Policy Response And Mobility
Stringency indices, lockdown timing, mobility data, and border restrictions would capture the behavioral and policy responses that raw GDP and population cannot represent on their own.
Underlying Health Risk
Comorbidity prevalence such as obesity, diabetes, cardiovascular disease, and smoking rates would help explain why mortality can spike even when the visible outbreak variables look similar.

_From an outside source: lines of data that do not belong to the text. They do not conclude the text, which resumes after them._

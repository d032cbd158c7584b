"""The pre- and post-trade stress section of a rebalance report: JSON records, table file, HTML, terminal.

Lays out ``RebalanceResult.stress`` (computed in :mod:`trimtab.construct._stress_table`); computes
nothing but the display order.
"""

from __future__ import annotations

import html
import math
from typing import Any

import pandas as pd
from rich.console import Console
from rich.table import Table

from trimtab._format import format_percent
from trimtab.report._filters import probability

NOTE = (
    "Return of the book against its benchmark under each shock (negative is a loss), before and after the trade. "
    "Unnamed factors move by their conditional expectation under the model; specific returns are not shocked "
    "(±1σ over a month shown). A tail probability below 1e-4 marks a shock the model finds implausible."
)


def stress_frame(subject: Any) -> pd.DataFrame | None:
    """The subject's stress table (index shock), or None when it has none."""
    frame = getattr(subject, "stress", None)  # the scenario's shocks were checked when it was built
    return frame if isinstance(frame, pd.DataFrame) and len(frame) else None


def stress_records(subject: Any) -> list[dict[str, Any]] | None:
    """result.json ``stress``: one record per shock (NaN → None), or None."""
    frame = stress_frame(subject)
    if frame is None:
        return None
    records = frame.reset_index().to_dict(orient="records")
    return [{k: (None if isinstance(v, float) and not math.isfinite(v) else v) for k, v in r.items()} for r in records]


def stress_html(subject: Any, heading: str, salt: str) -> str:
    """A <section> with a before/after bar chart and the table; '' without shocks."""
    frame = stress_frame(subject)
    if frame is None:
        return ""
    from trimtab.report import _charts
    from trimtab.report._templates import render

    column = "active" if frame["post_active"].notna().any() else "book"
    bars = pd.DataFrame({"pre": frame[f"pre_{column}"], "post": frame[f"post_{column}"]})
    chart = _charts.paired_bars(bars, xlabel=f"{column} return under the shock", salt=f"{salt}-stress", percent=True,
                                max_rows=len(bars))
    table = render("partials/stress.html.j2", **stress_table(frame))
    return (f"<{heading}>Stress tests before and after the trade</{heading}>"
            f"<figure>{chart}<figcaption>{html.escape(NOTE)}</figcaption></figure>{table}")


def stress_table(frame: pd.DataFrame, brief: bool = False) -> dict[str, Any]:
    """Context of ``partials/stress.html.j2``: which return is shown (active, or book without a
    benchmark), column headings and rows of numbers (the template formats them). ``brief`` (the
    explore page) keeps the shock, before, after, limit and tail probability."""
    column = "active" if frame["post_active"].notna().any() else "book"
    rows = []
    for name, row in frame.iterrows():
        named = isinstance(row["limit_on"], str)
        rows.append({
            "shock": str(name), "source": str(row["source"]),
            "pre": row[f"pre_{column}"], "post": row[f"post_{column}"],
            "limit": row["limit"], "limit_on": row["limit_on"] if named and not brief else None,
            "band": row["specific_band_active"], "tail": row["tail_probability"],
            "description": str(row["description"] or ""),
        })
    return {"column": column, "rows": rows, "brief": brief}


def print_stress(subject: Any, console: Console) -> None:
    """The stress table on the terminal (nothing without shocks)."""
    frame = stress_frame(subject)
    if frame is None:
        return
    column = "active" if frame["post_active"].notna().any() else "book"
    table = Table(title=f"Stress tests ({column} return under each shock; negative is a loss)", title_justify="left")
    for name in ("shock", "before", "after", "limit (loss)", "tail prob."):
        table.add_column(name, justify="left" if name == "shock" else "right")
    for name, row in frame.iterrows():
        limit = format_percent(row["limit"]) if isinstance(row["limit_on"], str) else ""
        table.add_row(str(name), format_percent(row[f"pre_{column}"]), format_percent(row[f"post_{column}"]), limit,
                      probability(row["tail_probability"]))
    console.print(table)
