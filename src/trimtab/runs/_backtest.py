"""Walk-forward backtests: re-fit, rebalance, hold for one period, repeat, for several scenarios.

Each scenario path is sequential in time (today's trade starts from yesterday's drifted book); the
paths of different scenarios are independent and go through the executor in parallel. Every read
of dated data that feeds a decision goes through :class:`AsOf`, a view that cannot return a row
dated after its date, so a decision at date t can only use data up to and including t.
"""

from __future__ import annotations

import warnings
from collections.abc import Callable, Mapping, Sequence
from dataclasses import dataclass, field
from functools import cached_property
from typing import Any

import numpy as np
import pandas as pd

from trimtab._validation import check_finite_frame, check_unique, list_labels
from trimtab.errors import DataWarning, InfeasibleError, InputError, SolverError
from trimtab.model import FactorModel
from trimtab.runs._executors import Executor, InProcessExecutor, Outcome

FitFunction = Callable[[pd.DataFrame, "pd.DataFrame | None"], FactorModel]
FIT_METHODS = ("time_series", "statistical")


# ---------------------------------------------------------------------------------------------
# The as-of view
# ---------------------------------------------------------------------------------------------
class AsOf:
    """A read-only view of a dated table that only returns rows dated on or before ``date``.

    Parameters
    ----------
    frame : pandas.DataFrame
        Rows indexed by increasing dates.
    date : label
        The view's date; rows dated after it are out of reach.

    Examples
    --------
    >>> frame = pd.DataFrame({"x": [1.0, 2.0, 3.0]}, index=pd.to_datetime(["2024-01-01", "2024-01-02", "2024-01-03"]))
    >>> AsOf(frame, pd.Timestamp("2024-01-02")).tail(5)["x"].tolist()
    [1.0, 2.0]
    """

    __slots__ = ("_frame", "_end", "date")

    def __init__(self, frame: pd.DataFrame, date: Any) -> None:
        self._frame = frame
        self.date = date
        self._end = int(frame.index.searchsorted(date, side="right"))

    @property
    def n_rows(self) -> int:
        """How many rows are dated on or before the date."""
        return self._end

    def tail(self, n_rows: int) -> pd.DataFrame:
        """The last ``n_rows`` rows dated ≤ the date (a copy)."""
        return self._frame.iloc[max(0, self._end - n_rows) : self._end].copy()

    def last(self) -> pd.Series | None:
        """The latest row dated ≤ the date, or None when there is none."""
        return None if self._end == 0 else self._frame.iloc[self._end - 1].copy()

The strongest conclusion is that COVID mortality is not explained by infection rates alone. Cases per million provide the baseline signal, but economic and systemic context shape how that burden turns into reported mortality, especially in the highest-severity countries.
Notebook Trace
Data Profiling
The notebook starts with file loading, shape checks, missing-value checks, summary statistics, and distribution plots across the numerical variables.
Global Comparisons
Top-country charts compare total cases, cases per million, total deaths, deaths per million, GDP, and GDP per capita to separate raw scale from adjusted burden.
Inferential Analysis
The middle section builds a correlation matrix and runs simple OLS regressions with residual and Q-Q diagnostics to test which relationships hold up statistically.
Modeling Layer
The final section adds map views plus a Random Forest regressor for deaths per million, followed by feature-importance, SHAP, and model-diagnostic visuals.
Project Highlights
Global Country Dataset
Works from a 184-country dataset combining COVID burden, population, continent, GDP, and GDP-per-capita measures with no missing values.
Heatmap & Regression Analysis
Uses correlation analysis and regression diagnostics to compare how population, GDP, and GDP per capita relate to total and per-capita pandemic outcomes.
Interactive Map Layer
Builds choropleth and bubble-map views so the same dataset can be read geographically, not just through ranked charts and tables.
Mortality Model
Adds a Random Forest regressor, SHAP-based interpretation, and error diagnostics to show what the visible signals explain well and where the extremes still break the fit.